● What you will do
A faithful, complete copy of the entries is the sole expected answer.

%%

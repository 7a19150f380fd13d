package stochastic

import (
	"context"
	"math"
)

// runDirect is Gillespie's direct method (Gillespie 1977): the time to the
// next firing is exponential with rate a0 = Σ a_j, the channel is chosen
// with probability a_j/a0. After a firing only the propensities of the
// channels in its dependency list are recomputed; the channel is found by
// a linear search or by descending the partial-sums tree.
func (s *Simulator) runDirect(ctx context.Context, t0 float64, times, out []float64) error {
	t := t0
	if err := s.recomputeAll(t); err != nil {
		return err
	}
	s.fillTree()
	tEnd := times[len(times)-1]
	k := s.record(times, out, 0, t, true)
	stop := s.nextStop(t)
	a0 := s.total()
	for {
		tn := math.Inf(1)
		if a0 > 0 {
			tn = t + s.rng.exp()/a0
		}
		if tn > stop || tn > tEnd {
			end := math.Min(stop, tEnd)
			k = s.record(times, out, k, end, false)
			t = end
			if stop <= tEnd {
				if _, err := s.events(t, false); err != nil {
					return err
				}
				if err := s.recomputeAll(t); err != nil {
					return err
				}
				s.fillTree()
				a0 = s.total()
				stop = s.nextStop(t)
				k = s.record(times, out, k, t, true)
				if t < tEnd {
					continue
				}
			}
			s.record(times, out, k, tEnd, true)
			return nil
		}
		k = s.record(times, out, k, tn, false)
		t = tn
		j := s.pick(a0)
		if j < 0 { // roundoff left nothing to fire
			a0 = s.total()
			continue
		}
		s.apply(j)
		s.stats.Firings++
		if err := canceled(ctx, s.stats.Firings); err != nil {
			return err
		}
		if s.stats.Firings&0xffff == 0 {
			if err := s.checkLimit(t); err != nil {
				return err
			}
		}
		if err := s.updateDeps(j, t); err != nil {
			return err
		}
		fired, err := s.afterFiring(j, t)
		if err != nil {
			return err
		}
		if fired {
			if err := s.recomputeAll(t); err != nil {
				return err
			}
			s.fillTree()
			stop = s.nextStop(t)
		}
		a0 = s.total()
	}
}

// total returns a0: the root of the tree, or the sum of the propensities
// (summed afresh, so that no drift accumulates).
func (s *Simulator) total() float64 {
	if s.tree != nil {
		return s.tree[1]
	}
	a0 := 0.0
	for _, v := range s.a {
		a0 += v
	}
	return a0
}

// fillTree builds the partial-sums tree from the propensities.
func (s *Simulator) fillTree() {
	if s.tree == nil {
		return
	}
	copy(s.tree[s.size:], s.a)
	for i := s.size - 1; i >= 1; i-- {
		s.tree[i] = s.tree[2*i] + s.tree[2*i+1]
	}
}

// setProp sets the propensity of channel j, keeping the tree.
func (s *Simulator) setProp(j int, v float64) {
	s.a[j] = v
	if s.tree == nil {
		return
	}
	i := s.size + j
	s.tree[i] = v
	for i >>= 1; i >= 1; i >>= 1 {
		s.tree[i] = s.tree[2*i] + s.tree[2*i+1]
	}
}

// updateDeps recomputes the propensities that channel j's firing changed,
// and the time-dependent ones.
func (s *Simulator) updateDeps(j int, t float64) error {
	d := &s.ch[j]
	for _, k := range s.dep[d.d0:d.d1] {
		v := s.propensity(int(k), t)
		if s.ch[k].general {
			if err := s.checkProp(int(k), t, v); err != nil {
				return err
			}
		}
		s.setProp(int(k), v)
	}
	for _, k := range s.tdep {
		v := s.propensity(int(k), t)
		if err := s.checkProp(int(k), t, v); err != nil {
			return err
		}
		s.setProp(int(k), v)
	}
	return nil
}

// pick chooses the channel to fire with probability a_j/a0, or −1 when
// roundoff left none.
func (s *Simulator) pick(a0 float64) int {
	r := s.rng.uniform() * a0
	if s.tree != nil {
		i := 1
		for i < s.size {
			l := s.tree[2*i]
			if r < l {
				i = 2 * i
			} else {
				r -= l
				i = 2*i + 1
			}
		}
		if j := i - s.size; j < s.nc && s.a[j] > 0 {
			return j
		}
		return s.lastPositive()
	}
	for j, v := range s.a {
		if r < v {
			return j
		}
		r -= v
	}
	return s.lastPositive()
}

// lastPositive returns the last channel with a positive propensity, or −1.
func (s *Simulator) lastPositive() int {
	for j := s.nc - 1; j >= 0; j-- {
		if s.a[j] > 0 {
			return j
		}
	}
	return -1
}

%%

● Written answer
repository 7a19150f380fd13d
package stochastic

import (
	"context"
	"math"
)

// runDirect is Gillespie's direct method (Gillespie 1977): the time to the
// next firing is exponential with rate a0 = Σ a_j, the channel is chosen
// with probability a_j/a0. After a firing only the propensities of the
// channels in its dependency list are recomputed; the channel is found by
// a linear search or by descending the partial-sums tree.
func (s *Simulator) runDirect(ctx context.Context, t0 float64, times, out []float64) error {
	t := t0
	if err := s.recomputeAll(t); err != nil {
		return err
	}
	s.fillTree()
	tEnd := times[len(times)-1]
	k := s.record(times, out, 0, t, true)
	stop := s.nextStop(t)
	a0 := s.total()
	for {
		tn := math.Inf(1)
		if a0 > 0 {
			tn = t + s.rng.exp()/a0
		}
		if tn > stop || tn > tEnd {
			end := math.Min(stop, tEnd)
			k = s.record(times, out, k, end, false)
			t = end
			if stop <= tEnd {
				if _, err := s.events(t, false); err != nil {
					return err
				}
				if err := s.recomputeAll(t); err != nil {
					return err
				}
				s.fillTree()
				a0 = s.total()
				stop = s.nextStop(t)
				k = s.record(times, out, k, t, true)
				if t < tEnd {
					continue
				}
			}
			s.record(times, out, k, tEnd, true)
			return nil
		}
		k = s.record(times, out, k, tn, false)
		t = tn
		j := s.pick(a0)
		if j < 0 { // roundoff left nothing to fire
			a0 = s.total()
			continue
		}
		s.apply(j)
		s.stats.Firings++
		if err := canceled(ctx, s.stats.Firings); err != nil {
			return err
		}
		if s.stats.Firings&0xffff == 0 {
			if err := s.checkLimit(t); err != nil {
				return err
			}
		}
		if err := s.updateDeps(j, t); err != nil {
			return err
		}
		fired, err := s.afterFiring(j, t)
		if err != nil {
			return err
		}
		if fired {
			if err := s.recomputeAll(t); err != nil {
				return err
			}
			s.fillTree()
			stop = s.nextStop(t)
		}
		a0 = s.total()
	}
}

// total returns a0: the root of the tree, or the sum of the propensities
// (summed afresh, so that no drift accumulates).
func (s *Simulator) total() float64 {
	if s.tree != nil {
		return s.tree[1]
	}
	a0 := 0.0
	for _, v := range s.a {
		a0 += v
	}
	return a0
}

// fillTree builds the partial-sums tree from the propensities.
func (s *Simulator) fillTree() {
	if s.tree == nil {
		return
	}
	copy(s.tree[s.size:], s.a)
	for i := s.size - 1; i >= 1; i-- {
		s.tree[i] = s.tree[2*i] + s.tree[2*i+1]
	}
}

// setProp sets the propensity of channel j, keeping the tree.
func (s *Simulator) setProp(j int, v float64) {
	s.a[j] = v
	if s.tree == nil {
		return
	}
	i := s.size + j
	s.tree[i] = v
	for i >>= 1; i >= 1; i >>= 1 {
		s.tree[i] = s.tree[2*i] + s.tree[2*i+1]
	}
}

// updateDeps recomputes the propensities that channel j's firing changed,
// and the time-dependent ones.
func (s *Simulator) updateDeps(j int, t float64) error {
	d := &s.ch[j]
	for _, k := range s.dep[d.d0:d.d1] {
		v := s.propensity(int(k), t)
		if s.ch[k].general {
			if err := s.checkProp(int(k), t, v); err != nil {
				return err
			}
		}
		s.setProp(int(k), v)
	}
	for _, k := range s.tdep {
		v := s.propensity(int(k), t)
		if err := s.checkProp(int(k), t, v); err != nil {
			return err
		}
		s.setProp(int(k), v)
	}
	return nil
}

// pick chooses the channel to fire with probability a_j/a0, or −1 when
// roundoff left none.
func (s *Simulator) pick(a0 float64) int {
	r := s.rng.uniform() * a0
	if s.tree != nil {
		i := 1
		for i < s.size {
			l := s.tree[2*i]
			if r < l {
				i = 2 * i
			} else {
				r -= l
				i = 2*i + 1
			}
		}
		if j := i - s.size; j < s.nc && s.a[j] > 0 {
			return j
		}
		return s.lastPositive()
	}
	for j, v := range s.a {
		if r < v {
			return j
		}
		r -= v
	}
	return s.lastPositive()
}

// lastPositive returns the last channel with a positive propensity, or −1.
func (s *Simulator) lastPositive() int {
	for j := s.nc - 1; j >= 0; j-- {
		if s.a[j] > 0 {
			return j
		}
	}
	return -1
}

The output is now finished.